Saved entries
□ □ □ □
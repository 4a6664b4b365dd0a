import { describe, expect, it } from 'vitest';
import { useJobsStore } from '../../../src/stores/jobs';
import { useSessionStore } from '../../../src/stores/session';
import { buildJob, JOB_ID, json, mockFetchWithStores } from '../api-fakes';

const user = { id: 'u1', email: 'rhys@holdline.test', displayName: 'Rhys Calloway', qualifications: ['supervisor'], isAdmin: false, active: true, canInspect: false, hasPassword: true, createdAt: '2026-10-01T07:00:00.000Z' };

/** Which zone each screen's times are shown in: the job's, else the server's from the session answer. */
describe('the zone a time is shown in', () => {
  const fetchMock = mockFetchWithStores();

  it('the session answer sets the server’s zone, the default for a new job and for times of no job', async () => {
    fetchMock.mockResolvedValueOnce(json(200, { token: 't', expiresAt: new Date(Date.now() + 600_000).toISOString(), user, timeZone: 'America/Chicago' }));
    const session = useSessionStore();
    await session.login('rhys@holdline.test', 'correct-horse-battery');
    expect(session.serverTimeZone).toBe('America/Chicago');
    // A job not loaded yet: the server's zone.
    expect(useJobsStore().timeZoneOf(JOB_ID)).toBe('America/Chicago');
  });

  it('a loaded job’s own zone wins over the server’s', async () => {
    fetchMock.mockResolvedValueOnce(json(200, { token: 't', expiresAt: new Date(Date.now() + 600_000).toISOString(), user, timeZone: 'America/Chicago' }));
    await useSessionStore().login('rhys@holdline.test', 'correct-horse-battery');
    fetchMock.mockResolvedValueOnce(json(200, { job: buildJob({ timeZone: 'Pacific/Auckland' }) }));
    const jobs = useJobsStore();
    await jobs.loadJob(JOB_ID);
    expect(jobs.timeZoneOf(JOB_ID)).toBe('Pacific/Auckland');
  });
});
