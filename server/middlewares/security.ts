import type { IncomingMessage } from 'node:http';
import type { RequestHandler } from 'express';
import helmet from 'helmet';
import type { Config } from '../config.js';
import { HttpError } from '../errors.js';
import { loggableUrl, type Logger } from '../logger.js';

/**
 * The content security policy of every answer (the built client and the API alike). The client
 * is plain files from this server: Vite writes no inline script into index.html and puts every
 * style in .css files, and Vue and Quasar set styles through the CSSOM (`element.style`), which a
 * policy does not govern; so neither scripts nor styles need 'unsafe-inline'. No remote host is
 * named anywhere: the fonts and icons are bundled. `data:` images are the icons inside Quasar's
 * CSS; `blob:` images are photo previews before upload and the board's photos.
 * The browser tests (tests/e2e/browser.ts) fail on any violation.
 */
export const contentSecurityPolicy = {
  defaultSrc: ["'self'"],
  baseUri: ["'self'"],
  scriptSrc: ["'self'"],
  scriptSrcAttr: ["'none'"],
  styleSrc: ["'self'"],
  // The SVG drawings and the QR code go in through v-html; an inline style attribute in them would be refused.
  styleSrcAttr: ["'none'"],
  fontSrc: ["'self'"],
  imgSrc: ["'self'", 'data:', 'blob:'],
  // 'self' covers ws:// and wss:// to the same host and port (CSP level 3) for the live board.
  connectSrc: ["'self'"],
  objectSrc: ["'none'"],
  frameSrc: ["'none'"],
  frameAncestors: ["'none'"],
  formAction: ["'self'"],
  manifestSrc: ["'self'"],
  workerSrc: ["'self'"],
  // No upgrade-insecure-requests: site networks are often plain http on a LAN address, and
  // upgrading would break every asset.
};

/**
 * Helmet with our policy. HSTS only when the public address is https (TLS is terminated by the
 * operator's proxy; a plain-http site network must not be told to insist on https).
 */
export function securityHeaders(config: Config): RequestHandler {
  const https = config.publicUrl.startsWith('https:');
  const headers = helmet({
    contentSecurityPolicy: { useDefaults: false, directives: contentSecurityPolicy },
    hsts: https ? { maxAge: 180 * 24 * 60 * 60, includeSubDomains: false } : false,
    xFrameOptions: { action: 'deny' },
    referrerPolicy: { policy: 'no-referrer' },
  });
  return (req, res, next) => {
    // Nothing on the board needs these; the camera is reached through the file picker, not getUserMedia.
    res.setHeader('Permissions-Policy', 'geolocation=(), microphone=(), payment=(), usb=(), serial=(), bluetooth=()');
    headers(req, res, next);
  };
}

/**
 * Whether a request's `Origin` may talk to this server: no Origin at all (a same-origin page's
 * GET, curl, the tests, the socket client in Node), the origin of `HOLDLINE_PUBLIC_URL`, or the
 * very host and port the request was addressed to (`Host`): the same server reached by another
 * of its names, such as its LAN address or the Vite dev server, which proxies with the browser's
 * Host. A page on any other site is refused. `null` (a sandboxed frame, a file) is refused.
 */
export function originAllowed(origin: string | undefined, host: string | undefined, publicUrl: string): boolean {
  if (origin === undefined) return true;
  let from: URL;
  try {
    from = new URL(origin);
  } catch {
    return false;
  }
  if (from.protocol !== 'http:' && from.protocol !== 'https:') return false;
  if (sameOrigin(from, publicUrl)) return true;
  if (!host) return false;
  try {
    // The Host header through the origin's own scheme, so a default port compares equal to none.
    return new URL(`${from.protocol}//${host}`).host === from.host;
  } catch {
    return false;
  }
}

function sameOrigin(from: URL, publicUrl: string): boolean {
  try {
    return new URL(publicUrl).origin === from.origin;
  } catch {
    return false;
  }
}

const foreignOriginMessage = (publicUrl: string) => `Requests from another website are not accepted. Open Holdline at ${publicUrl}.`;

/** The HTTP error for a request sent by a page of another site. */
export const originNotAllowed = (publicUrl: string) => new HttpError(403, 'origin_not_allowed', foreignOriginMessage(publicUrl));

/**
 * Refuses API requests sent by pages of other sites, before their body is read. There is no CORS
 * middleware: no answer ever carries Access-Control-Allow-Origin, so another site's script can
 * neither read an answer nor, with this, make the server act (the refresh cookie's routes included).
 */
export function refuseForeignOrigin(config: Config, logger: Logger): RequestHandler {
  return (req, _res, next) => {
    const origin = req.get('origin');
    // config.publicUrl is read per request: the tests set it once the port is known.
    if (originAllowed(origin, req.get('host'), config.publicUrl)) return next();
    logger.warn({ origin, method: req.method, url: loggableUrl(req.originalUrl), publicUrl: config.publicUrl }, 'request from a foreign origin refused (if this is your own address behind a proxy, set HOLDLINE_PUBLIC_URL to it)');
    next(originNotAllowed(config.publicUrl));
  };
}

/**
 * Socket.IO's `allowRequest`: a handshake from a page of another site is refused before any
 * transport opens (403 on polling, 400 on a direct WebSocket, the message in the body).
 */
export function allowSocketOrigin(config: Config, logger: Logger) {
  return (req: IncomingMessage, callback: (err: string | null | undefined, success: boolean) => void): void => {
    const origin = req.headers.origin;
    if (originAllowed(origin, req.headers.host, config.publicUrl)) return callback(null, true);
    logger.warn({ origin, publicUrl: config.publicUrl }, 'live board handshake from a foreign origin refused (if this is your own address behind a proxy, set HOLDLINE_PUBLIC_URL to it)');
    callback(foreignOriginMessage(config.publicUrl), false);
  };
}
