describe('tipReactionKn: the assist crane’s share of the boom at the tip', () => {
  it('a uniform boom (centre of gravity mid-length) puts half its weight on each support (a simply supported beam under a uniform load, R = wL/2: Beer & Johnston, Vector Mechanics for Engineers: Statics, from memory)', () => {
    expect(tipReactionKn({ boomWeightKn: 100, boomCogFromFootM: 30, boomLengthM: 60, tipLoadKn: 0 }).reactionKn).toBeCloseTo(50, 12);
    expect(tipReactionKn({ boomWeightKn: 100, boomCogFromFootM: 30, boomLengthM: 60, tipLoadKn: 7 }).reactionKn).toBeCloseTo(57, 12);
  });

  it('the demo 78 m boom raised to 30°: the moment of each section about the foot pin, taken in the plane at 30°, gives the same tip reaction as the flat boom', () => {
    const crane = demoCrane();
    const a = crane.arrangements.find((x) => x.boomLengthM === 78)!;
    const types = new Map(crane.sectionTypes.map((t) => [t.id, t]));
    const c = Math.cos(Math.PI / 6);
    let start = 0;
    let moment = 0; // kN·m: the horizontal lever of each section's centre of gravity at 30° × its weight
    let weight = 0;
    let firstMoment = 0; // kN·m along the boom, for the centre of gravity the code is given
    for (const id of a.sectionTypeIds) {
      const t = types.get(id)!;
      const w = tToKn(t.weightKg / 1000);
      weight += w;
      moment += (start + t.cogFromFootM) * c * w;
      firstMoment += (start + t.cogFromFootM) * w;
      start += t.lengthM;
    }
    // The assist line vertical at the tip, whose horizontal lever is 78 cos 30°: R = moment ÷ (78 cos 30°)
    const expected = moment / (78 * c);
    const r = tipReactionKn({ boomWeightKn: weight, boomCogFromFootM: firstMoment / weight, boomLengthM: 78, tipLoadKn: 0 });
    expect(relErr(r.reactionKn, expected)).toBeLessThan(1e-12);
    // 30,550 kg of sections, 13,838 kg of it at the tip
    expect(r.reactionKn / tToKn(1)).toBeCloseTo(13.838, 3);
  });
});
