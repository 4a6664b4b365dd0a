import { createPinia, setActivePinia } from 'pinia';
import { afterEach, beforeEach, describe, expect, it, vi } from 'vitest';
import type { UserDto } from '../../../shared/schemas/users';
import { filterPeople, personStatus, usePeopleStore, useTestInboxStore } from '../../../src/stores/people';
import { json, mockFetchWithStores } from '../api-fakes';

function person(overrides: Partial<UserDto>): UserDto {
  return {
    id: 'u-' + Math.random().toString(36).slice(2, 8),
    email: 'someone@example.test',
    displayName: 'Someone',
    qualifications: ['rigger'],
    isAdmin: false,
    canInspect: false,
    active: true,
    hasPassword: true,
    createdAt: '2026-11-02T07:30:00.000Z',
    units: 'metric',
    ...overrides,
  };
}

const crew = [
  person({ id: 'a', displayName: 'Dara Whitcombe', email: 'dara@hire.test', qualifications: ['supervisor', 'signaller'] }),
  person({ id: 'b', displayName: 'Jonah Mbeki', email: 'jonah.mbeki@hire.test', qualifications: ['operator'] }),
  person({ id: 'c', displayName: 'Lise Arnaud', email: 'l.arnaud@hire.test', hasPassword: false }),
];


describe('people store', () => {
  const fetchMock = mockFetchWithStores();

  it('loads the list from GET /api/users and tracks loading', async () => {
    fetchMock.mockResolvedValueOnce(json(200, { items: crew }));
    const store = usePeopleStore();
    const loading = store.load();
    expect(store.loading).toBe(true);
    await loading;
    expect(store.loading).toBe(false);
    expect(store.loaded).toBe(true);
    expect(store.loadProblem).toBe('');
    expect(store.people.map((p) => p.displayName)).toEqual(['Dara Whitcombe', 'Jonah Mbeki', 'Lise Arnaud']);
    expect(fetchMock).toHaveBeenCalledTimes(1);
    const [url, init] = fetchMock.mock.calls[0];
    expect(url).toBe('/api/users');
    expect(init?.method).toBe('GET');
  });

  it('shares one request between callers who load at the same time', async () => {
    fetchMock.mockResolvedValueOnce(json(200, { items: crew }));
    const store = usePeopleStore();
    await Promise.all([store.load(), store.load()]);
    expect(fetchMock).toHaveBeenCalledTimes(1);
  });

  it('keeps the server message when loading is refused, and an answer of the wrong shape is refused too', async () => {
    fetchMock.mockResolvedValueOnce(json(403, { error: { code: 'forbidden', message: 'Only administrators can manage people.' } }));
    const store = usePeopleStore();
    await store.load();
    expect(store.loadProblem).toBe('Only administrators can manage people.');
    expect(store.people).toEqual([]);

    fetchMock.mockResolvedValueOnce(json(200, { items: [{ id: 'x' }] }));
    await store.load();
    expect(store.loadProblem).toMatch(/does not understand/);
    expect(store.loaded).toBe(false);
  });

  it('filters by name or e-mail, ignoring case and surrounding spaces', async () => {
    fetchMock.mockResolvedValueOnce(json(200, { items: crew }));
    const store = usePeopleStore();
    await store.load();
    expect(store.visible).toHaveLength(3);

    store.search = '  MBEKI ';
    expect(store.visible.map((p) => p.id)).toEqual(['b']);

    store.search = 'l.arnaud@';
    expect(store.visible.map((p) => p.id)).toEqual(['c']);

    store.search = 'hire.test';
    expect(store.visible).toHaveLength(3);

    store.search = 'nobody';
    expect(store.visible).toEqual([]);

    store.search = '';
    expect(store.visible).toHaveLength(3);
    expect(filterPeople(crew, 'dara')).toHaveLength(1);
  });

  it('keeps the errors per field when the server refuses an invitation', async () => {
    fetchMock.mockResolvedValueOnce(
      json(400, {
        error: {
          code: 'validation',
          message: 'The request has invalid fields.',
          fields: [
            { path: 'email', message: 'Use a company e-mail address' },
            { path: 'qualifications.1', message: 'Pick each qualification once' },
            { path: 'qualifications.2', message: 'A second message for the same field' },
          ],
        },
      }),
    );
    const store = usePeopleStore();
    const result = await store.invite({ email: 'new.rigger@hire.test', displayName: 'Ola Brenner', qualifications: ['rigger', 'signaller'], isAdmin: false });

    expect(result).toBeNull();
    expect(store.saving).toBe(false);
    expect(store.fieldErrors).toEqual({ email: 'Use a company e-mail address', 'qualifications.1': 'Pick each qualification once', 'qualifications.2': 'A second message for the same field' });
    // The qualifications control shows the first message of any of its entries.
    expect(store.errorOf('qualifications')).toBe('Pick each qualification once');
    expect(store.errorOf('displayName')).toBe('');
    expect(store.saveProblem).toBe('The request has invalid fields.');
    expect(store.people).toEqual([]);
    const [url, init] = fetchMock.mock.calls[0];
    expect(url).toBe('/api/users');
    expect(init?.method).toBe('POST');
    expect(JSON.parse(String(init?.body))).toEqual({ email: 'new.rigger@hire.test', displayName: 'Ola Brenner', qualifications: ['rigger', 'signaller'], isAdmin: false });

    store.resetForm();
    expect(store.fieldErrors).toEqual({});
    expect(store.saveProblem).toBe('');
  });

  it('puts a taken e-mail on the e-mail field', async () => {
    fetchMock.mockResolvedValueOnce(json(409, { error: { code: 'email_taken', message: 'Someone already uses that e-mail.' } }));
    const store = usePeopleStore();
    expect(await store.invite({ email: 'dara@hire.test', displayName: 'Dara Again' })).toBeNull();
    expect(store.fieldErrors).toEqual({ email: 'Someone already uses that e-mail.' });
  });

  it('checks the invitation with the shared schema before sending it', async () => {
    const store = usePeopleStore();
    expect(await store.invite({ email: 'not an e-mail', displayName: '   ' })).toBeNull();
    expect(fetchMock).not.toHaveBeenCalled();
    expect(store.errorOf('email')).toBe('Enter a valid e-mail');
    expect(store.errorOf('displayName')).toBe('Enter a name');
  });

  it('adds an invited person to the list as pending', async () => {
    const invited = person({ id: 'n', displayName: 'Ola Brenner', email: 'ola@hire.test', hasPassword: false });
    fetchMock.mockResolvedValueOnce(json(201, { user: invited }));
    const store = usePeopleStore();
    const result = await store.invite({ email: 'ola@hire.test', displayName: 'Ola Brenner', qualifications: ['rigger'] });
    expect(result?.id).toBe('n');
    expect(store.people.map((p) => p.id)).toEqual(['n']);
    expect(personStatus(store.people[0])).toBe('pending');
  });

  it('replaces the person after a change and keeps a refusal such as the last admin', async () => {
    fetchMock.mockResolvedValueOnce(json(200, { items: crew }));
    const store = usePeopleStore();
    await store.load();

    fetchMock.mockResolvedValueOnce(json(200, { user: { ...crew[1], active: false } }));
    const changed = await store.setActive('b', false);
    expect(changed?.active).toBe(false);
    expect(personStatus(store.people.find((p) => p.id === 'b')!)).toBe('deactivated');
    const [url, init] = fetchMock.mock.calls[1];
    expect(url).toBe('/api/users/b');
    expect(init?.method).toBe('PATCH');
    expect(JSON.parse(String(init?.body))).toEqual({ active: false });

    fetchMock.mockResolvedValueOnce(json(409, { error: { code: 'last_admin', message: 'Holdline needs at least one active administrator.' } }));
    expect(await store.update('a', { isAdmin: false })).toBeNull();
    expect(store.saveProblem).toBe('Holdline needs at least one active administrator.');
    expect(store.people.find((p) => p.id === 'a')?.isAdmin).toBe(false);
  });
});

describe('test inbox store', () => {
  beforeEach(() => setActivePinia(createPinia()));
  afterEach(() => vi.unstubAllGlobals());

  it('marks the inbox unavailable when the server has none', async () => {
    vi.stubGlobal('fetch', vi.fn(async () => json(404, { error: { code: 'not_found', message: 'No API route GET /dev/inbox.' } })));
    const inbox = useTestInboxStore();
    await inbox.load();
    expect(inbox.available).toBe(false);
    expect(inbox.problem).toBe('');
  });

  it('lists the messages newest first', async () => {
    const message = (id: string, at: string) => ({ id, at, to: ['ola@hire.test'], subject: 'Your Holdline invitation', text: 'Open http://localhost/set-password?token=abc' });
    vi.stubGlobal('fetch', vi.fn(async () => json(200, { items: [message('1', '2026-11-02T07:00:00.000Z'), message('2', '2026-11-02T08:00:00.000Z')] })));
    const inbox = useTestInboxStore();
    await inbox.load();
    expect(inbox.available).toBe(true);
    expect(inbox.messages.map((m) => m.id)).toEqual(['2', '1']);
  });
});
□ □ □ □
** EXERCISE INSTRUCTIONS **
Copy all lines of the records that have the string "search" in them.

** TASK OUTPUT **
    store.search = '  MBEKI ';
    store.search = 'l.arnaud@';
    store.search = 'hire.test';
    store.search = 'nobody';
    store.search = '';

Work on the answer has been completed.